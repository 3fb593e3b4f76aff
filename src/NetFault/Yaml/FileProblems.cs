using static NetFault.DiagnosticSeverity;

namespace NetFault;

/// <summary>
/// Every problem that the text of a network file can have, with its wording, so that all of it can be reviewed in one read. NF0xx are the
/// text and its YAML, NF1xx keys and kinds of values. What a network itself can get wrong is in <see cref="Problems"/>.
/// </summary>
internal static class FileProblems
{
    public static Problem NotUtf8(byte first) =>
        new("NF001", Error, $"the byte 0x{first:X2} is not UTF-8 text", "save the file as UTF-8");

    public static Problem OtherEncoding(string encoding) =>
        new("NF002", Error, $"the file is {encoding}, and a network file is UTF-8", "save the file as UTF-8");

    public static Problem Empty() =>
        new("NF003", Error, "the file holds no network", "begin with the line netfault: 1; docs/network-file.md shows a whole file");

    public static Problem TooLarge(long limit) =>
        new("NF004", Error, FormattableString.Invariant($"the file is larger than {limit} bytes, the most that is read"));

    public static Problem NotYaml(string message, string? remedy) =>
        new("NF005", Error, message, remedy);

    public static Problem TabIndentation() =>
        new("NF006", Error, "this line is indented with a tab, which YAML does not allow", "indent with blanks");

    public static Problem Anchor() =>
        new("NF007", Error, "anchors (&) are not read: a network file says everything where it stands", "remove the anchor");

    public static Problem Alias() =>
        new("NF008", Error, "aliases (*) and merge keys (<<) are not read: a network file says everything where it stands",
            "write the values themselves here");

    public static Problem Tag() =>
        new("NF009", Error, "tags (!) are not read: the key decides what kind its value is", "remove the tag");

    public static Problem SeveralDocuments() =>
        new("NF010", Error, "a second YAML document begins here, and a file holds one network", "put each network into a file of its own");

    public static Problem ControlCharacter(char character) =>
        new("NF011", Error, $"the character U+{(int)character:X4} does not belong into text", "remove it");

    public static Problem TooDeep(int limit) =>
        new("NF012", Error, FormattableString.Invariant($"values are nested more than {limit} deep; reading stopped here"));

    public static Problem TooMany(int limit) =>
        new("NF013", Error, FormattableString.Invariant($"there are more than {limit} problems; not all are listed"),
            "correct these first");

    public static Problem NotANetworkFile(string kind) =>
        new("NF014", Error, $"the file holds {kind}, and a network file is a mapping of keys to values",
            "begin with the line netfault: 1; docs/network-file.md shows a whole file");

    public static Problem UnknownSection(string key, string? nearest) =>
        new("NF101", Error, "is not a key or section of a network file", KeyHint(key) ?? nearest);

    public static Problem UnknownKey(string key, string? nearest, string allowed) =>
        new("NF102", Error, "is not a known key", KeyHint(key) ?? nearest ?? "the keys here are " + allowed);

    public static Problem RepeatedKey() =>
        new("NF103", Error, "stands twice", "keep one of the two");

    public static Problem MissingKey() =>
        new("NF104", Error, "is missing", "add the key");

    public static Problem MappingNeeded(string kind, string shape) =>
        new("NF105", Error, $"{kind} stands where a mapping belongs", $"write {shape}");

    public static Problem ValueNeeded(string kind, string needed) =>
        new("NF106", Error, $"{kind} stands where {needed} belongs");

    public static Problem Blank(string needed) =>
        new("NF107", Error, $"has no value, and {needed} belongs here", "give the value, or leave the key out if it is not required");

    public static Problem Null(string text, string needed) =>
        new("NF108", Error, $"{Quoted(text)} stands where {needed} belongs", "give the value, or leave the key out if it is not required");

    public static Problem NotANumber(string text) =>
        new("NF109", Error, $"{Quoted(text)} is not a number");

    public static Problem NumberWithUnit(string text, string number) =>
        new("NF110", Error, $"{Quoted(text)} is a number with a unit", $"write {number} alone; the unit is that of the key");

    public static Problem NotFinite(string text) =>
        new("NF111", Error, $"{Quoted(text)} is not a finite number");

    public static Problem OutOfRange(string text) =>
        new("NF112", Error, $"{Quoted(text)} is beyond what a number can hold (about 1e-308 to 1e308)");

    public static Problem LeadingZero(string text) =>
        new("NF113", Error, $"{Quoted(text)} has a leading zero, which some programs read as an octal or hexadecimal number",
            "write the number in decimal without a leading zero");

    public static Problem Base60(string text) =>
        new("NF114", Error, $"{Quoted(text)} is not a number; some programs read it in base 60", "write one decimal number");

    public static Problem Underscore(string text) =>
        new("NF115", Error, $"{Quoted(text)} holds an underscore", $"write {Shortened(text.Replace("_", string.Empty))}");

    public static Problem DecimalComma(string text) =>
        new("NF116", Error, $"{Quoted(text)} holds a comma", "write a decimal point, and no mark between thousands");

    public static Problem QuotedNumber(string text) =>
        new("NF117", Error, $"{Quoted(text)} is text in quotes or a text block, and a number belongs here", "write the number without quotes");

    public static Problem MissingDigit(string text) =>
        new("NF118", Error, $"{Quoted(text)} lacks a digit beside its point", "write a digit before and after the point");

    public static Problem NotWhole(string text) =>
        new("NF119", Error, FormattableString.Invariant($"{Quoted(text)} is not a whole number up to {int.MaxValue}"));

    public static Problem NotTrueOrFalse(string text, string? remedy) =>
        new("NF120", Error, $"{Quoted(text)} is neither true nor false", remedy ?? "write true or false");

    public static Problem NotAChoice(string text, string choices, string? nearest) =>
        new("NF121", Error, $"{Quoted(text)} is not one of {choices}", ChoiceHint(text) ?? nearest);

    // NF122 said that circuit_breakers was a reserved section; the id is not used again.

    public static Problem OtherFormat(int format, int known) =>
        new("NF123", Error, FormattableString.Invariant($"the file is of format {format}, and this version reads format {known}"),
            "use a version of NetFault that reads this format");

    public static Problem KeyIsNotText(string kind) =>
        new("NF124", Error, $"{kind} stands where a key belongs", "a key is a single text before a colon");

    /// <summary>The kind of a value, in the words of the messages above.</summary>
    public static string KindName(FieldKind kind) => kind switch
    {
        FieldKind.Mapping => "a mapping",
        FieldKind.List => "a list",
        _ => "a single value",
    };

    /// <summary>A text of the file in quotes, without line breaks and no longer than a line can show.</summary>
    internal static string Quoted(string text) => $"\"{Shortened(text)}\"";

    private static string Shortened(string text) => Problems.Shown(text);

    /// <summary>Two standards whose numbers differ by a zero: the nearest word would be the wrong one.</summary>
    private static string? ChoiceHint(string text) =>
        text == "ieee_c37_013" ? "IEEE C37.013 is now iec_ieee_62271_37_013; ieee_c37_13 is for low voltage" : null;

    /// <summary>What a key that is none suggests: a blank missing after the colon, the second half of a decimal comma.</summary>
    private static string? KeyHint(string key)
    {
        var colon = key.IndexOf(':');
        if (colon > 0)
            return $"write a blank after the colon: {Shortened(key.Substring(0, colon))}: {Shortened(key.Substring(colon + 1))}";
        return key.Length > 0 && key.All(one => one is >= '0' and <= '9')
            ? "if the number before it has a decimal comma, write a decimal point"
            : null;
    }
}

Task to complete = Working from the data above, extract solely the lines from the one containing "are more than" through the one containing "KeyHint(key) ?? nearest);", exactly as they appear, both included.

Your response =
        new("NF013", Error, FormattableString.Invariant($"there are more than {limit} problems; not all are listed"),
            "correct these first");

    public static Problem NotANetworkFile(string kind) =>
        new("NF014", Error, $"the file holds {kind}, and a network file is a mapping of keys to values",
            "begin with the line netfault: 1; docs/network-file.md shows a whole file");

    public static Problem UnknownSection(string key, string? nearest) =>
        new("NF101", Error, "is not a key or section of a network file", KeyHint(key) ?? nearest);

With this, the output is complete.